'The King's Speech': The best film of 2010?

Critics are almost universally raving about this little-known story of King George VI and his debilitating stutter. Are a multitude of Oscars on the way?

The mostly-true but little-known story of a stuttering king stars Colin Firth as King George VI and Helena Bonham Carter as Elizabeth the queen mother.
(Image credit: Weinstein Co.)

The Thanksgiving weekend box office may have been ruled by Harry Potter and Disney's Tangled, but director Tom Hooper's The King's Speech won a different prize: It earned the most money per theater this year, albeit at only four theaters. More importantly, it won near-universal critical acclaim. Is this film, featuring Colin Firth as a stutter-plagued Duke of York in the 1930s, the best movie released this year? (Watch the trailer for The King's Speech)
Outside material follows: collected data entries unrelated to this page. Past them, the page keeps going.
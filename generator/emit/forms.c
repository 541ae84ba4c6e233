/* SPDX-License-Identifier: GPL-3.0-or-later */
/* Which form writes which section, and what forms share. */
#include <math.h>
#include <stdio.h>
#include <string.h>

#include "emit/emission.h"
#include "simulate/simulate.h"

/* In order of preference. */
static const pw_form *const tables[] = {
    pw_forms_runtime,
    pw_forms_fixed,
    pw_forms_float,
};

static const pw_form *choose(const pw_emission *e, const pw_words *w)
{
    for (size_t t = 0; t < sizeof tables / sizeof tables[0]; t++)
        for (const pw_form *form = tables[t]; form->name; form++)
            if (form->fits(e, w)) return form;
    return NULL;
}

/* Standalone fixed-point code all of whose sections have kernels keeps its state as those read it.
 * */
static bool all_kernels(const pw_emission *e)
{
    const pw_cascade cascade = {.realisation = e->r, .target = e->target};
    return e->standalone && e->fixed && pw_cascade_fits_all(&cascade);
}

void pw_emission_begin(pw_emission *e, const pw_results *results, pw_arena *arena)
{
    static const char *const type[] = {"float", "double", "int32_t", "int16_t"};
    static const char *const family[] = {"f32", "f64", "q31", "q15"};
    static const int bits[] = {0, 0, 32, 16};
    const pw_realisation *r = &results->realisation;
    *e = (pw_emission){
        .results = results,
        .r = r,
        .target = &results->target,
        .stage = results->stage->name,
        .type = type[r->sample],
        .family = family[r->sample],
        .bits = bits[r->sample],
        .fixed = bits[r->sample] > 0,
        .standalone = results->stage->arithmetic.standalone,
        .single = r->sample == PW_FLOAT32,
        .arena = arena,
    };
    for (int k = 0; k < r->count; k++) {
        e->form[k] = choose(e, &r->section[k]);
        e->integrates = e->integrates || pw_section_integrates(&r->section[k], e->fixed);
        e->counts = e->counts || !r->section[k].cannot_clip;
    }
    e->counts = e->fixed && (e->counts || !e->standalone);
    e->part_kernels = all_kernels(e);
}

double pw_direct_reach(const pw_emission *e, const pw_words *w)
{
    double largest = ldexp(1, e->bits - 1);
    double p = largest * (fabs((double)w->b[0]) + fabs((double)w->b[1]) + fabs((double)w->b[2]));
    int right = w->b_fraction - w->a_fraction;
    double in = right > 0 ? p + ldexp(1, right - 1) : ldexp(p, -right);
    double aligned = right > 0 ? ldexp(p, -right) + 1 : ldexp(p, -right);
    double error = ldexp(1, w->a_fraction);
    double acc = aligned + largest * (fabs((double)w->a[1]) + fabs((double)w->a[2]))
                 + error * (fabs((double)w->k1) + fabs((double)w->k2))
                 + ldexp(1, w->a_fraction - 1);
    return fmax(in, acc);
}

const char *pw_reach_note(const pw_emission *e, double reach)
{
    int power;
    frexp(reach, &power);
    return pw_arena_print(e->arena, "at most %.4g < 2^%d, whatever the samples", reach, power);
}

const char *pw_bound_note(const pw_emission *e, int section, const char *node)
{
    char name[sizeof e->r->node[0].name];
    snprintf(name, sizeof name, "section %d %s", section, node);
    for (int i = 0; i < e->r->nodes; i++) {
        const pw_node *n = &e->r->node[i];
        if (strcmp(n->name, name)) continue;
        if (!isfinite(n->bound)) return "an integrator: no bound, it clamps";
        return pw_arena_print(e->arena, "proved: |%s| <= %.6g of full scale%s", node, n->bound,
                              e->r->input_peak < 1 ? " for inputs within the peak" : "");
    }
    return "";
}

const char *pw_word_note(const pw_emission *e, const char *name, double realised)
{
    char value[PW_NUMBER_ROOM];
    return pw_arena_print(e->arena, "%s = %s", name, pw_shortest(value, realised));
}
The movie is fun, and fantastic: The King's Speech is certainly "one of the best of the year," and its "sublime" performers "should prep some Oscar speeches," says Matt Stevens in E! Online. The premise sounds like a "boring Brit drama," but when Firth and his unorthodox speech therapist, played by Geoffrey Rush, "circle and spar," it's "as rousing and nail-biting as a climactic boxing match" — "Rocky with royalty."